Torah Reading for Week of November 24-30, 2013


“Joseph’s World of Dreams”
By Tamar Frankiel, Ph.D., AJRCA President


This week’s parsha opens with a dream of Pharaoh, with images of fat and skinny cows, paralleled by rich and withered corn, and the numerology of seven.  In the second chapter of the parsha, when Jacob’s sons come to Egypt to buy food, Joseph recognized his brothers and “remembered the dreams that he had dreamed of them” (Gen 41.6), referring to the dreams of the stalks of grain that bowed down to his, and the sun, moon and stars that bowed down to him.

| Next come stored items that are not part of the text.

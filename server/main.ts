import type { Server } from 'node:http';
import { createApp } from './app';
import { loadConfig } from './config';
import { openDatabase } from './db/orm';

/** Starts the server: database (migrated), then HTTP; stops both cleanly on SIGINT/SIGTERM. */
async function main(): Promise<void> {
  const config = loadConfig();
  const orm = await openDatabase();
  const app = createApp({ config, orm });
  const server: Server = app.listen(config.port, config.host, () => {
    console.log(`[server] Osmolane ${config.version} on http://${config.host}:${config.port}`);
  });

  let stopping = false;
  const stop = (signal: string) => {
    if (stopping) return;
    stopping = true;
    console.log(`[server] ${signal}: finishing open requests, then stopping`);
    const force = setTimeout(() => process.exit(1), 10_000);
    force.unref();
    server.close(async () => {
      await orm.close(true);
      process.exit(0);
    });
    server.closeIdleConnections();
  };
  process.on('SIGINT', () => stop('SIGINT'));
  process.on('SIGTERM', () => stop('SIGTERM'));
}

main().catch((err: unknown) => {
  console.error('[server] failed to start:', err instanceof Error ? err.message : err);
  process.exit(1);
});
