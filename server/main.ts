import type { Server } from 'node:http';
import { appLocals, createApp } from './app';
import { loadConfig } from './config';
import { openDatabase } from './db/orm';
import { startMail } from './mail';
import { seedDemo } from './seed/demo';

/** Starts the server: database (migrated, seeded on request), mail, then HTTP; stops all cleanly on SIGINT/SIGTERM. */
async function main(): Promise<void> {
  const config = loadConfig();
  const orm = await openDatabase();
  if (config.seedDemo && (await seedDemo(orm, config))) {
    console.log('[server] seeded the demo workspace "Tidewater Assay Lab" (password from DEMO_PASSWORD)');
  }
  const mail = await startMail(config);
  if (!config.smtpUrl) console.log(`[server] mail goes to the local stand-in at ${mail.smtpUrl}${config.devRoutes ? ' (read it at /api/dev/mailbox)' : ''}`);
  const app = createApp({ config, orm, mail });
  const server: Server = app.listen(config.port, config.host, () => {
    console.log(`[server] Osmolane ${config.version} on http://${config.host}:${config.port}`);
  });
  server.on('error', (err) => {
    console.error(`[server] cannot listen on ${config.host}:${config.port}: ${err.message}`);
    process.exit(1);
  });

  let stopping = false;
  const stop = (signal: string) => {
    if (stopping) return;
    stopping = true;
    console.log(`[server] ${signal}: finishing open requests, then stopping`);
    const force = setTimeout(() => process.exit(1), 10_000);
    force.unref();
    server.close(async () => {
      await appLocals(app).idle();
      await mail.close().catch((err: unknown) => console.error('[server] mail did not stop cleanly:', err));
      await orm.close(true);
      process.exit(0);
    });
    server.closeIdleConnections();
  };
  process.on('SIGINT', () => stop('SIGINT'));
  process.on('SIGTERM', () => stop('SIGTERM'));
}

main().catch((err: unknown) => {
  console.error('[server] failed to start:', err instanceof Error ? err.message : err);
  process.exit(1);
});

Two doubled dreams, whose interpretation set in motion major events.  In the case of Pharaoh’s dreams, Joseph read them as prophecies of years of good harvests followed by famine.  In the case of Joseph’s dreams, his brothers’ reading of them as evidence of their younger brother’s drive for power led to his captivity and slavery in Egypt. 

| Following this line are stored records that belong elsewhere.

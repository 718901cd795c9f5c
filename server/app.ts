import cookieParser from 'cookie-parser';
import express, { type Express } from 'express';
import helmet from 'helmet';
import { existsSync } from 'node:fs';
import { join } from 'node:path';
import type { MikroORM } from '@mikro-orm/postgresql';
import { createAuthMiddleware } from './auth/passport';
import type { ServerConfig } from './config';
import { errorHandler, notFoundRoute } from './errors';
import { Mailbox } from './mail/mailbox';
import { Mailer } from './mail/mailer';
import { requestLog } from './request-log';
import { authRoutes } from './routes/auth';
import { ApiRoutes, type RouteInfo } from './routes/define';
import { designRoutes } from './routes/designs';
import { devRoutes } from './routes/dev';
import { fileRoutes } from './routes/files';
import { healthRoutes } from './routes/health';
import { libraryRoutes } from './routes/library';
import { sweepRoutes } from './routes/sweeps';
import { workspaceRoutes } from './routes/workspaces';
import { createServices, type Services } from './services';
import type { BlobStore } from './services/blob-store';

export interface AppContext {
  config: ServerConfig;
  orm: MikroORM;
  /** Outgoing mail and the mailbox the dev routes show; without it, mail goes straight into a fresh mailbox. */
  mail?: { mailer: Mailer; mailbox: Mailbox };
  blobs?: BlobStore;
}

/** What createApp builds, for main.ts and the tests: the services and the list of API routes ride on app.locals. */
export interface AppLocals {
  services: Services;
  routes: RouteInfo[];
  mailbox: Mailbox;
  /** Resolves when no API handler is running (for shutdown). */
  idle: () => Promise<void>;
  /** Ends the sweep event streams and stops the job queue and solver threads (first thing at shutdown). */
  stop: () => Promise<void>;
}

export function appLocals(app: Express): AppLocals {
  return app.locals as unknown as AppLocals;
}

/** Builds the Express app: security headers, body limits, request log, the API under /api, then the built Angular app. */
export function createApp(ctx: AppContext): Express {
  const { config, orm } = ctx;
  const mailbox = ctx.mail?.mailbox ?? new Mailbox();
  const mailer = ctx.mail?.mailer ?? Mailer.memory(mailbox, config.mailFrom);
  const services = createServices({ orm, config, mailer, blobs: ctx.blobs });

  const app = express();
  app.disable('x-powered-by');
  app.set('trust proxy', 'loopback');
  app.use(
    helmet({
      contentSecurityPolicy: {
        directives: {
          defaultSrc: ["'self'"],
          scriptSrc: ["'self'"],
          styleSrc: ["'self'", "'unsafe-inline'"],
          imgSrc: ["'self'", 'data:', 'blob:'],
          fontSrc: ["'self'"],
          workerSrc: ["'self'", 'blob:'],
          connectSrc: ["'self'"],
          objectSrc: ["'none'"],
          frameAncestors: ["'none'"],
        },
      },
    }),
  );
  if (config.logRequests) app.use(requestLog());
  app.use('/api', express.json({ limit: config.jsonLimit }));
  app.use('/api', cookieParser());

  const api = new ApiRoutes(createAuthMiddleware(config, (sid, uid) => services.auth.findSession(sid, uid)));
  healthRoutes(api, orm, config.version);
  authRoutes(api, services, config);
  workspaceRoutes(api, services);
  designRoutes(api, services);
  libraryRoutes(api, services);
  sweepRoutes(api, services);
  fileRoutes(api, services, config);
  // The mailbox holds live invitation and reset links: only outside production, and only for the local stand-in.
  if (config.devRoutes && !config.smtpUrl) devRoutes(api, mailbox);
  api.router.use(notFoundRoute);
  app.use('/api', api.router);
  const locals: AppLocals = { services, routes: api.routes, mailbox, idle: () => api.idle(), stop: () => services.stop() };
  Object.assign(app.locals, locals);

  const index = join(config.webRoot, 'index.html');
  if (existsSync(index)) {
    app.use(express.static(config.webRoot, { index: false, maxAge: '1h' }));
    // Client-side routes of the single-page app all answer with index.html.
    app.get('/{*splat}', (_req, res) => res.sendFile(index));
  }
  app.use(errorHandler());
  return app;
}
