// A readable audit trail: who did what, when, and which fields changed.
import type { ActivityEntry } from '@bumperline/contracts/activity';
import { formatDateTime } from '../lib/format.ts';

const actionWords: Record<string, string> = {
  create: 'created',
  update: 'changed',
  retire: 'retired',
  invite: 'invited',
  revoke: 'withdrew',
  remove: 'removed',
  join: 'joined',
};

function show(v: unknown): string {
  if (v === null || v === undefined || v === '') return '—';
  if (typeof v === 'object') return JSON.stringify(v);
  return String(v);
}

export function ActivityList({
  items,
  locale,
}: {
  items: ActivityEntry[];
  locale?: { locale: string; timeZone: string; currency: string };
}) {
  return (
    <ol className="grid gap-3">
      {items.map((e) => {
        const changed = Object.entries(e.changes).filter(([k]) => k !== 'id');
        return (
          <li key={e.id} className="border-l-4 border-brass-bright pl-3">
            <p>
              <span className="font-bold">{e.actorName ?? 'Someone'}</span> {actionWords[e.action] ?? e.action} {e.entity.replace('_', ' ')}
              <span className="text-ink-muted"> · {formatDateTime(e.at, locale)}</span>
            </p>
            {e.action === 'update' && changed.length > 0 && (
              <ul className="mt-1 text-sm text-ink-soft">
                {changed.slice(0, 6).map(([field, c]) => (
                  <li key={field}>
                    {field}: {show(c.from)} → {show(c.to)}
                  </li>
                ))}
              </ul>
            )}
          </li>
        );
      })}
    </ol>
  );
}
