// A game's or a venue's care-plan work: open work by due date, and (for a game) what was done or skipped.
import { Link } from 'react-router-dom';
import type { WorkOrder, WorkOrderListQuery } from '@bumperline/contracts/work-orders';
import { useWorkOrders } from '../api/work-orders.ts';
import { useLocaleSettings } from '../api/me.ts';
import { formatDate, formatDateTime, type LocaleSettings } from '../lib/format.ts';
import { paths } from '../lib/paths.ts';
import { WorkOrderStateBadge } from './due-state-badge.tsx';
import { Empty, ErrorState, Loading } from './states.tsx';

function Row({ order, locale, showGame }: { order: WorkOrder; locale: LocaleSettings | undefined; showGame: boolean }) {
  return (
    <li className="flex flex-wrap items-center justify-between gap-2 border-t border-paper-line py-2 first:border-t-0">
      <div>
        <Link className="link" to={paths.workOrder(order.id)}>
          {order.title}
        </Link>
        <p className="text-sm text-ink-soft">
          {showGame ? `${order.game.modelTitle} (${order.game.serial}) · ` : ''}
          {order.state === 'open'
            ? `Due ${formatDateTime(order.dueAt, locale)}${order.plannedOn ? ` · planned ${formatDate(order.plannedOn, locale)}` : ''}${order.technician ? ` · ${order.technician.name}` : ' · no technician yet'}`
            : `${order.state === 'done' ? 'Done' : 'Skipped'} ${formatDate(order.closedAt, locale)}${order.skipReason ? `: ${order.skipReason}` : ''}`}
        </p>
      </div>
      <WorkOrderStateBadge state={order.state} dueState={order.dueState} />
    </li>
  );
}

/** Work orders matching `query`, each with its state and due date. */
export function WorkOrdersList({ query, empty, showGame }: { query: WorkOrderListQuery; empty: string; showGame: boolean }) {
  const orders = useWorkOrders(query);
  const locale = useLocaleSettings();
  if (orders.isLoading) return <Loading label="Loading work orders…" />;
  if (orders.error) return <ErrorState error={orders.error} onRetry={() => void orders.refetch()} />;
  const items = orders.data?.items ?? [];
  if (items.length === 0) return <Empty title={empty} />;
  return (
    <ul>
      {items.map((o) => (
        <Row key={o.id} order={o} locale={locale} showGame={showGame} />
      ))}
    </ul>
  );
}

export function WorkOrdersSection({ gameId, venueId }: { gameId?: string; venueId?: string }) {
  return (
    <section className="card" aria-labelledby="work-orders-heading">
      <div className="mb-2 flex flex-wrap items-baseline justify-between gap-2">
        <h2 id="work-orders-heading" className="text-lg font-bold">
          Care-plan work
        </h2>
        <Link className="link" to={`${paths.workOrders}?${new URLSearchParams(gameId ? { gameId } : { venueId: venueId ?? '' })}`}>
          All work orders
        </Link>
      </div>
      <WorkOrdersList query={{ state: 'open', gameId, venueId, limit: 10 }} empty="No care-plan work open." showGame={!gameId} />
      {gameId && (
        <>
          <h3 className="mt-4 mb-1 font-bold">Done lately</h3>
          <WorkOrdersList
            query={{ state: 'done', gameId, order: 'desc', limit: 5 }}
            empty="Nothing done from a care plan yet."
            showGame={false}
          />
        </>
      )}
    </section>
  );
}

Notice, however, that Joseph has a way of reading the dream such that a positive resolution can be found.  Good harvests followed by famine?  Then we need some strategic planning and economic centralization.  While it sounds quite practical, the assumption is that the dream comes from G-d, and therefore it must show a path to a good outcome. His proposal, born of dream wisdom, appealed to Pharaoh, who appointed Joseph to take charge.

In the case of his own dreams, Joseph did not accept the negative, power-mongering interpretation of his brothers but, like his father, “guarded the matter” (Gen 37.11).  Now, as his brothers bowed before him in humility, seeking to buy grain, he again realized that G-d was speaking through the dream. Necessarily then, a good outcome was intended, and he began devising a way to bring the family back together – not to  reign over them as his brothers had feared, but to save them.  As Joseph will later affirm, “G-d sent me before you to preserve life” (Gen 45.5).

From this the rabbis learned that one should always “give the dream a good turn,” as it says in the Talmudic tractate Berachot.  When a dream court met to consider a particularly difficult dream, they would recite blessings of peace and goodness before they would offer the dreamer an understanding of it.  

This can help us remember that we have a choice in interpreting dreams – or, to speak more broadly, a choice in reading people’s inner desires.  We can, like Joseph’s brothers, relate to them with fear, jealousy, or anxiety about power.  Or we can, like Joseph, see in them the workings of divine intention, however strange they may appear on the surface – and use our own abilities to turn them to good.